Tuesday, October 9, 2012

Ghost Buster (RKO, 1952)

by Mark Gabrish Conlan • Copyright © 2012 by Mark Gabrish Conlan • All rights reserved

The other short we watched was Ghost Buster — that’s right, singular and spelled as two words — from RKO in 1952, a two-reel short (though we were watching it on a Sinister Cinema DVD that packaged it to look like a feature and filled out the disc with something called Killer With Wings that turned out to be our old friend, the 1946 PRC horror “B” The Flying Serpent) starring a beanpole-like guy named Gil Lamb as Slim Patterson, a window-washer at the Daily Record newspaper who’s about to fall to his death several stories below when he’s rescued by the city editor’s secretary, Betty Ames (Carol Hughes). The typically irascible city editor, J. R. Lynch (Donald MacBride, the hotel manager from hell in the Marx Brothers’ Room Service), assigns his top reporter, Chuck Dixon (Jim Hayward), to get the story of the mysterious disappearance of the nephew of Bigelow (George Wallace — not, of course, the same one!), and Chick determines to get the story himself and prove that he’s worthy of being hired as a reporter.

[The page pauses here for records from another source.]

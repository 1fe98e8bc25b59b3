import { ABRASIVES } from '../catalogue/media.ts'
import { BIT_SETS } from '../catalogue/drillBits.ts'
import { maxCurvePoints, maxOutlets } from '../contracts/limits.ts'
import { createCheckForm, createOutlet, mostHoods } from './checkForm.ts'
import type { CheckForm, CurvePointForm, OutletForm } from './checkForm.ts'

/** The first mark of an address that holds a check; a later shape of the form takes the next number. */
const version = '1'
/** more than every field of every nozzle filled to the brim */
const longestFragment = 40_000
/** what a field lets a person type, too long for a quantity or not */
const longestText = 60
const mostPieces = 20

type Json = null | boolean | number | string | Json[] | { [key: string]: Json }

/** What may stand in a choice of the form, by the name of its field. */
const choices: Record<string, readonly string[]> = {
  system: ['us', 'metric'],
  cooling: ['aftercooled', 'bare'],
  engine: ['unknown', 'natural', 'turbo'],
  loading: ['clean', 'lean', 'normal', 'heavy-or-wet'],
  shape: ['venturi', 'straight'],
  bitSet: BIT_SETS,
  abrasive: ABRASIVES.map((abrasive) => abrasive.id),
}

const emptyPoint = (): CurvePointForm => ({
  pressure: { text: '', system: 'us' },
  freeAir: { text: '', system: 'us' },
})

/** The shape that a list's entries have and how many there may be. */
const lists: Record<string, { create: () => OutletForm | CurvePointForm; least: number; most: number }> = {
  outlets: { create: createOutlet, least: 1, most: maxOutlets },
  curve: { create: emptyPoint, least: 0, most: maxCurvePoints },
}

function newEntry(key: string): Json {
  return (lists[key]?.create() ?? null) as unknown as Json
}

/** Only what differs from the form a visitor finds, so that a usual link stays short. */
function difference(value: Json, from: Json, key = ''): Json | undefined {
  if (Array.isArray(value)) {
    if (JSON.stringify(from) === JSON.stringify(value)) return undefined
    return value.map((entry) => difference(entry, newEntry(key)) ?? {})
  }
  if (value !== null && typeof value === 'object') {
    const base = from as { [key: string]: Json }
    const changed: { [key: string]: Json } = {}
    for (const [key, part] of Object.entries(value)) {
      const piece = difference(part, base[key] ?? null, key)
      if (piece !== undefined) changed[key] = piece
    }
    return Object.keys(changed).length === 0 ? undefined : changed
  }
  return value === from ? undefined : value
}

/** Lays what a link says over a form of the right shape; throws on anything the form has no place for. */
function overlay(shape: Json, said: Json, key: string): Json {
  if (typeof shape === 'string') {
    if (typeof said !== 'string' || said.length > longestText) throw new Error(key)
    const allowed = choices[key]
    if (allowed && !allowed.includes(said)) throw new Error(key)
    return said
  }
  if (typeof shape === 'number') {
    const most = key === 'count' ? mostHoods : mostPieces
    if (typeof said !== 'number' || !Number.isInteger(said) || said < 0 || said > most) throw new Error(key)
    return said
  }
  if (typeof shape === 'boolean') {
    if (typeof said !== 'boolean') throw new Error(key)
    return said
  }
  if (Array.isArray(shape)) {
    const list = lists[key]
    if (!list || !Array.isArray(said) || said.length < list.least || said.length > list.most)
      throw new Error(key)
    return said.map((entry) => overlay(newEntry(key), entry, key))
  }
  if (shape === null || said === null || typeof said !== 'object' || Array.isArray(said)) throw new Error(key)
  const result = { ...shape }
  for (const [name, part] of Object.entries(said)) {
    if (!Object.hasOwn(shape, name)) throw new Error(name)
    result[name] = overlay(shape[name]!, part, name)
  }
  return result
}

const alphabet = 'ABCDEFGHIJKLMNOPQRSTUVWXYZabcdefghijklmnopqrstuvwxyz0123456789-_'

/** Base64 for addresses (RFC 4648 section 5) of the text's UTF-16 code units as UTF-8 percent-encoded ASCII. */
function toBase64Url(text: string): string {
  const bytes = encodeURIComponent(text).replace(/%([0-9A-F]{2})/g, (_, hex: string) =>
    String.fromCharCode(parseInt(hex, 16)),
  )
  let encoded = ''
  for (let i = 0; i < bytes.length; i += 3) {
    const three = [0, 1, 2].map((at) => bytes.charCodeAt(i + at) || 0)
    const bits = (three[0]! << 16) | (three[1]! << 8) | three[2]!
    const letters = Math.min(4, bytes.length - i + 1)
    for (let at = 0; at < letters; at++) encoded += alphabet[(bits >> (18 - 6 * at)) & 63]
  }
  return encoded
}

function fromBase64Url(encoded: string): string {
  let bytes = ''
  let bits = 0
  let held = 0
  for (const letter of encoded) {
    const value = alphabet.indexOf(letter)
    if (value < 0) throw new Error('letter')
    bits = (bits << 6) | value
    held += 6
    if (held >= 8) {
      held -= 8
      bytes += `%${((bits >> held) & 255).toString(16).padStart(2, '0')}`
      bits &= (1 << held) - 1
    }
  }
  return decodeURIComponent(bytes)
}

/** The whole check as the fragment of an address, without its `#`; empty for the check a visitor finds. */
export function writeFragment(form: CheckForm): string {
  const changed = difference(form as unknown as Json, createCheckForm() as unknown as Json)
  return changed === undefined ? '' : `${version}.${toBase64Url(JSON.stringify(changed))}`
}

/**
 * The check that an address holds.
 *
 * Inputs   a fragment with or without its `#`; anything at all
 * Result   the form; isBroken when there was something that is not a check, and then the form is a clean one
 * Errors   none        Checked  tests/shared/form/fragment.test.ts
 */
export function readFragment(fragment: string): { form: CheckForm; isBroken: boolean } {
  const text = fragment.replace(/^#/, '')
  if (text === '') return { form: createCheckForm(), isBroken: false }
  try {
    if (text.length > longestFragment || !text.startsWith(`${version}.`)) throw new Error('version')
    const said = JSON.parse(fromBase64Url(text.slice(version.length + 1))) as Json
    const form = overlay(createCheckForm() as unknown as Json, said, 'form') as unknown as CheckForm
    return { form, isBroken: false }
  } catch {
    return { form: createCheckForm(), isBroken: true }
  }
}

When he arrives at the Bigelow manse an officious servant tells him that Bigelow is not seeing any reporters, especially not one from the Record, and just then Mrs. Nolan (Barbara Pepper, considerably older and, shall we say, heftier than she was in her days as the vamp in King Vidor’s Our Daily Bread 18 years earlier), Bigelow’s nurse, walks out on the job, declaring the house is haunted and she’s not going to work there a minute longer. (The house really is haunted, not by ghosts but by memories of a far greater film: once again, RKO recycled the big Victorian-style interior sets from Orson Welles’ The Magnificent Ambersons.)

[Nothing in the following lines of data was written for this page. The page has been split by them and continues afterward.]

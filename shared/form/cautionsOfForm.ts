import { cleanAirDischargeCoefficient } from '../airflow/nozzle.ts'
import type { CheckCaution } from '../contracts/check.ts'
import { coefficientOf } from './readForm.ts'
import type { CheckForm } from './checkForm.ts'

const code = 'air-only-reading-low'

/**
 * The cautions of a check for the form it came from. A coefficient alone cannot tell media from a straight bore; the
 * form can, so how much more air the nozzle draws with its media shut off is taken from the loading.
 *
 * Result   biggest first        Checked  tests/shared/form/cautionsOfForm.test.ts
 */
export function cautionsOfForm(cautions: readonly CheckCaution[], form: CheckForm): CheckCaution[] {
  if (form.outlets.some(({ coefficient }) => coefficient.text.trim() !== '')) return [...cautions]
  const coefficients = form.outlets.map(({ loading }) => coefficientOf({ loading, shape: 'venturi' }))
  const sizePct = (cleanAirDischargeCoefficient / Math.min(...coefficients) - 1) * 100
  return cautions
    .map((caution) => (caution.code === code ? { ...caution, sizePct } : caution))
    .filter((caution) => caution.sizePct > 0)
    .sort((a, b) => b.sizePct - a.sizePct)
}
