class Checks {
public:
    Checks(const PhaseFacts& facts, CashBook& book, PhaseResult& result)
        : facts_(facts), book_(book), result_(result) {}

    void run() {
        for (std::size_t s = 0; s < facts_.loops.size(); ++s)
            if (!facts_.loops[s].lamps.empty()) check_string(s);
        for (const Finding& finding : facts_.units.findings) result_.failures.push_back(finding);
        for (Finding& finding : duct_findings(facts_)) result_.failures.push_back(std::move(finding));
        check_controls();
        check_critical();
        check_limits();
        check_spares();
        check_lead_times();
        check_poles();
        for (Finding& finding : fund_findings(facts_, book_)) result_.failures.push_back(std::move(finding));
        for (const Finding& finding : result_.failures)
            if (finding.severity == Severity::error || finding.code == "money-short" ||
                finding.code == "hours-short")
                result_.feasible = false;
        // A year that is not reached breaks no limit: what it would take is said, and the plan stands.
        check_money_for_rest();
        check_hours_for_rest();
    }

Once Slim realizes that Bigelow’s nurse is leaving and that’s an obvious opening to the home, he leaves and reappears in drag as “Aggie Patterson” and takes the job as Bigelow’s replacement caregiver. A few scary/comic things happen in the middle of the night — notably one in which a painting on Bigelow’s bedroom wall hinges and reveals a hole in the wall through which a masked figure spies on the sleeping Bigelow and wields a knife on him — and writers Hal Yates (who also directed) and Elwood Ullman pull the Abbott and Costello gag of having Bigelow see the hand with a knife in it about to throw the knife at him, while Aggie/Slim turns around and sees a perfectly normal scene instead. Eventually, and unsurprisingly, the “haunted” house turns out to be a gimmick by the “missing” nephew, who hid out inside the house’s secret hallways (old houses in movies always have secret hallways!) and plotted to scare his uncle to death to inherit the fortune before uncle got around to changing his will and disinheriting him, and in case the gimmick of frightening him to death didn’t work (which he thought it would because uncle had just had a heart attack) dispatching him more quickly with the knife from hell. It’s not much of a story, but then the plot of a two-reeler was never the point (Chaplin, Keaton, Langdon and Lloyd moved from two-reelers to features in the silent era, and Laurel and Hardy ditto in the 1930’s, because they wanted to tell more sophisticated stories and tap deeper emotions than were possible in the 20-minute running time of a two-reeler — and, of course, because there was more money in features!) and though none of the people in this film are movie comedians whose names have come down through the ages, they’re all personable and funny, even though the main point of interest in Ghost Buster is the comparison with a much more recent film with an almost identical title!